WORK TO BE COMPLETED: The required result is every line of the records that includes "around".

Stored data entries
====

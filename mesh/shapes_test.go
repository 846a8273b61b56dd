package mesh

import (
	"bytes"
	"math"
	"testing"

	"github.com/go-gl/mathgl/mgl64"
)

// Test shapes: closed tubes swept along a centre curve with a right-handed frame (n x b = t),
// capped at both ends by fans, oriented so normals face out.

type shapeFrame struct{ c, n, b mgl64.Vec3 }

// shapeTube sweeps a ring of seg points at each of the rings+1 stations s = 0..1.
func shapeTube(frame func(s float64) shapeFrame, radius func(s float64) float64, seg, rings int, capped bool) *Mesh {
	m := &Mesh{}
	for i := 0; i <= rings; i++ {
		s := float64(i) / float64(rings)
		f := frame(s)
		r := radius(s)
		for j := 0; j < seg; j++ {
			phi := 2 * math.Pi * float64(j) / float64(seg)
			m.Vertices = append(m.Vertices, f.c.Add(f.n.Mul(r*math.Cos(phi))).Add(f.b.Mul(r*math.Sin(phi))))
		}
	}
	at := func(i, j int) int32 { return int32(i*seg + (j % seg)) }
	for i := 0; i < rings; i++ {
		for j := 0; j < seg; j++ {
			m.Triangles = append(m.Triangles,
				[3]int32{at(i, j), at(i, j+1), at(i+1, j+1)},
				[3]int32{at(i, j), at(i+1, j+1), at(i+1, j)})
		}
	}
	if capped {
		c0 := int32(len(m.Vertices))
		m.Vertices = append(m.Vertices, frame(0).c, frame(1).c)
		for j := 0; j < seg; j++ {
			m.Triangles = append(m.Triangles,
				[3]int32{c0, at(0, j+1), at(0, j)},
				[3]int32{c0 + 1, at(rings, j), at(rings, j+1)})
		}
	}
	return m
}

func straightFrame(h float64) func(float64) shapeFrame {
	return func(s float64) shapeFrame {
		return shapeFrame{c: mgl64.Vec3{0, 0, h * s}, n: mgl64.Vec3{1, 0, 0}, b: mgl64.Vec3{0, 1, 0}}
	}
}

// arcFrame follows a circle of radius big in the xy plane through angle alpha.
func arcFrame(big, alpha float64) func(float64) shapeFrame {
	return func(s float64) shapeFrame {
		a := alpha * s
		n := mgl64.Vec3{math.Cos(a), math.Sin(a), 0}
		return shapeFrame{c: n.Mul(big), n: n, b: mgl64.Vec3{0, 0, -1}}
	}
}

func constRadius(r float64) func(float64) float64 { return func(float64) float64 { return r } }

func shapeCylinder(r, h float64, seg, rings int) *Mesh {
	return shapeTube(straightFrame(h), constRadius(r), seg, rings, true)
}

func shapeFrustum(r1, r2, h float64, seg, rings int) *Mesh {
	return shapeTube(straightFrame(h), func(s float64) float64 { return r1 + (r2-r1)*s }, seg, rings, true)
}

func shapeTorusSection(big, r, alpha float64, seg, rings int) *Mesh {
	return shapeTube(arcFrame(big, alpha), constRadius(r), seg, rings, true)
}

// shapeCanalLike is a tapered curved tube about 20 mm long, 2*seg*rings + 2*seg triangles.
func shapeCanalLike(seg, rings int) *Mesh {
	return shapeTube(arcFrame(12, 1.4), func(s float64) float64 { return 0.6 - 0.45*s }, seg, rings, true)
}

// shapeUVSphere has poles at +-z; normals face out.
func shapeUVSphere(r float64, seg, rings int) *Mesh {
	m := &Mesh{Vertices: []mgl64.Vec3{{0, 0, r}, {0, 0, -r}}}
	for i := 1; i < rings; i++ {
		th := math.Pi * float64(i) / float64(rings)
		for j := 0; j < seg; j++ {
			ph := 2 * math.Pi * float64(j) / float64(seg)
			m.Vertices = append(m.Vertices, mgl64.Vec3{r * math.Sin(th) * math.Cos(ph), r * math.Sin(th) * math.Sin(ph), r * math.Cos(th)})
		}
	}
	at := func(i, j int) int32 { return int32(2 + (i-1)*seg + j%seg) }
	for j := 0; j < seg; j++ {
		m.Triangles = append(m.Triangles, [3]int32{0, at(1, j), at(1, j+1)})
		m.Triangles = append(m.Triangles, [3]int32{1, at(rings-1, j+1), at(rings-1, j)})
	}
	for i := 1; i < rings-1; i++ {
		for j := 0; j < seg; j++ {
			m.Triangles = append(m.Triangles,
				[3]int32{at(i, j), at(i+1, j), at(i+1, j+1)},
				[3]int32{at(i, j), at(i+1, j+1), at(i, j+1)})
		}
	}
	return m
}

// shapeSoup lists the corners of every triangle, as an STL file holds them.
func shapeSoup(m *Mesh) []mgl64.Vec3 {
	out := make([]mgl64.Vec3, 0, 3*len(m.Triangles))
	for t := range m.Triangles {
		a, b, c := m.Corners(t)
		out = append(out, a, b, c)
	}
	return out
}

// shapeMerge puts several meshes into one without joining them.
func shapeMerge(ms ...*Mesh) *Mesh {
	out := &Mesh{}
	for _, m := range ms {
		off := int32(len(out.Vertices))
		out.Vertices = append(out.Vertices, m.Vertices...)
		for _, t := range m.Triangles {
			out.Triangles = append(out.Triangles, [3]int32{t[0] + off, t[1] + off, t[2] + off})
		}
	}
	return out
}

func shapeMove(m *Mesh, by mgl64.Vec3) *Mesh {
	out := &Mesh{Triangles: m.Triangles}
	for _, v := range m.Vertices {
		out.Vertices = append(out.Vertices, v.Add(by))
	}
	return out
}

func shapeScale(m *Mesh, k float64) *Mesh {
	out := &Mesh{Triangles: m.Triangles}
	for _, v := range m.Vertices {
		out.Vertices = append(out.Vertices, v.Mul(k))
	}
	return out
}

func shapeBinarySTL(t testing.TB, m *Mesh) []byte {
	t.Helper()
	var buf bytes.Buffer
	if err := WriteSTL(&buf, m, "demo shape"); err != nil {
		t.Fatal(err)
	}
	return buf.Bytes()
}
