package mesh

import (
	"math"
	"testing"

	"github.com/go-gl/mathgl/mgl64"
)

// tubeStraight returns a capped straight tube of constant radius along +z.
func tubeStraight(r, length float64, rings, around int, leftHanded bool) *Mesh {
	centers := make([]mgl64.Vec3, rings)
	n1 := make([]mgl64.Vec3, rings)
	n2 := make([]mgl64.Vec3, rings)
	for i := range centers {
		centers[i] = mgl64.Vec3{0, 0, length * float64(i) / float64(rings-1)}
		n1[i] = mgl64.Vec3{1, 0, 0}
		n2[i] = mgl64.Vec3{0, 1, 0}
		if leftHanded {
			n2[i] = mgl64.Vec3{0, -1, 0}
		}
	}
	return SweepTube(centers, n1, n2, func(int, float64) float64 { return r }, around, true, true)
}

// tubeCanalLike sweeps a tapered tube along a straight run and a 40 degree arc of radius 5,
// like a curved root canal: rings*around*2 + 2*around triangles.
func tubeCanalLike(rings, around int) *Mesh {
	const straight, radius, angle = 8.0, 5.0, 40 * math.Pi / 180
	total := straight + radius*angle
	centers := make([]mgl64.Vec3, rings)
	n1 := make([]mgl64.Vec3, rings)
	n2 := make([]mgl64.Vec3, rings)
	rs := make([]float64, rings)
	for i := range centers {
		s := total * float64(i) / float64(rings-1)
		rs[i] = 0.5 - 0.375*s/total
		if s <= straight {
			centers[i] = mgl64.Vec3{0, 0, -s}
			n1[i] = mgl64.Vec3{1, 0, 0}
		} else {
			phi := (s - straight) / radius
			centers[i] = mgl64.Vec3{radius * (1 - math.Cos(phi)), 0, -straight - radius*math.Sin(phi)}
			n1[i] = mgl64.Vec3{math.Cos(phi), 0, math.Sin(phi)}
		}
		n2[i] = mgl64.Vec3{0, 1, 0}
	}
	return SweepTube(centers, n1, n2, func(i int, _ float64) float64 { return rs[i] }, around, true, true)
}

// tubeSphere returns a closed polyhedral sphere of radius r centred at c.
func tubeSphere(c mgl64.Vec3, r float64, rings, around int) *Mesh {
	centers := make([]mgl64.Vec3, rings)
	n1 := make([]mgl64.Vec3, rings)
	n2 := make([]mgl64.Vec3, rings)
	rs := make([]float64, rings)
	for i := range centers {
		phi := math.Pi * (float64(i) + 0.5) / float64(rings)
		centers[i] = c.Add(mgl64.Vec3{0, 0, -r * math.Cos(phi)})
		n1[i], n2[i] = mgl64.Vec3{1, 0, 0}, mgl64.Vec3{0, 1, 0}
		rs[i] = r * math.Sin(phi)
	}
	m := SweepTube(centers, n1, n2, func(i int, _ float64) float64 { return rs[i] }, around, true, true)
	// Move the cap centres to the poles so the solid is a proper polyhedral sphere.
	m.Vertices[len(m.Vertices)-2] = c.Add(mgl64.Vec3{0, 0, -r})
	m.Vertices[len(m.Vertices)-1] = c.Add(mgl64.Vec3{0, 0, r})
	return m
}

func TestSweepTubeClosedOutwardPrism(t *testing.T) {
	const r, length, around = 0.7, 3.0, 24
	for _, left := range []bool{false, true} {
		m := tubeStraight(r, length, 7, around, left)
		rep := Validate(m)
		// A capped sweep is a closed 2-manifold: every edge used by exactly two triangles,
		// in opposite directions (Euler/edge counting of a closed orientable surface).
		if !rep.Closed || !rep.Manifold || rep.InconsistentOrientation != 0 || rep.Shells != 1 {
			t.Fatalf("leftHanded=%v: report %+v", left, rep)
		}
		// Euler characteristic of a sphere-like surface: V - E + F = 2, E = 3F/2.
		if v, f := len(m.Vertices), len(m.Triangles); v-3*f/2+f != 2 {
			t.Errorf("leftHanded=%v: V-E+F = %d, want 2", left, v-3*f/2+f)
		}
		// Analytic: a prism over the regular polygon inscribed in the circle,
		// area = n/2 r^2 sin(2 pi / n); positive volume means outward triangles.
		want := float64(around) / 2 * r * r * math.Sin(2*math.Pi/around) * length
		if got := Volume(m); math.Abs(got-want) > 1e-9*want {
			t.Errorf("leftHanded=%v: volume %.12f, want %.12f", left, got, want)
		}
	}
}

func TestSweepTubeRingPlacementAndOpenEnds(t *testing.T) {
	centers := []mgl64.Vec3{{1, 2, 3}, {1, 2, 5}}
	n1 := []mgl64.Vec3{{1, 0, 0}, {1, 0, 0}}
	n2 := []mgl64.Vec3{{0, 1, 0}, {0, 1, 0}}
	// Radius law depending on ring and angle: ring i, theta -> 1 + i + cos(theta)/2.
	rf := func(i int, th float64) float64 { return 1 + float64(i) + math.Cos(th)/2 }
	m := SweepTube(centers, n1, n2, rf, 8, false, false)
	if len(m.Vertices) != 16 || len(m.Triangles) != 16 {
		t.Fatalf("got %d vertices, %d triangles; want 16, 16", len(m.Vertices), len(m.Triangles))
	}
	for i := range 2 {
		for j := range 8 {
			th := 2 * math.Pi * float64(j) / 8
			want := centers[i].Add(mgl64.Vec3{math.Cos(th), math.Sin(th), 0}.Mul(rf(i, th)))
			if got := m.Vertices[i*8+j]; !got.ApproxEqualThreshold(want, 1e-12) {
				t.Errorf("ring %d vertex %d at %v, want %v (definition of the sweep)", i, j, got, want)
			}
		}
	}
	// Without caps the two rims are open: 2*8 boundary edges.
	if rep := Validate(m); rep.BoundaryEdges != 16 || rep.Closed {
		t.Errorf("open tube: %+v, want 16 boundary edges", rep)
	}
	if got := SweepTube(centers[:1], n1, n2, rf, 8, true, true); len(got.Triangles) != 0 {
		t.Errorf("one ring gave %d triangles, want none", len(got.Triangles))
	}
}

func TestSweepTubeCanalLikeClosed(t *testing.T) {
	m := tubeCanalLike(60, 32)
	rep := Validate(m)
	if !rep.Closed || !rep.Manifold || rep.InconsistentOrientation != 0 {
		t.Fatalf("report %+v", rep)
	}
	if Volume(m) <= 0 {
		t.Errorf("volume %g: triangles face inward", Volume(m))
	}
}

====

ANSWER SECTION:
func tubeStraight(r, length float64, rings, around int, leftHanded bool) *Mesh {
	return SweepTube(centers, n1, n2, func(int, float64) float64 { return r }, around, true, true)
// like a curved root canal: rings*around*2 + 2*around triangles.
func tubeCanalLike(rings, around int) *Mesh {
	return SweepTube(centers, n1, n2, func(i int, _ float64) float64 { return rs[i] }, around, true, true)
func tubeSphere(c mgl64.Vec3, r float64, rings, around int) *Mesh {
	m := SweepTube(centers, n1, n2, func(i int, _ float64) float64 { return rs[i] }, around, true, true)
	const r, length, around = 0.7, 3.0, 24
		m := tubeStraight(r, length, 7, around, left)
		want := float64(around) / 2 * r * r * math.Sin(2*math.Pi/around) * length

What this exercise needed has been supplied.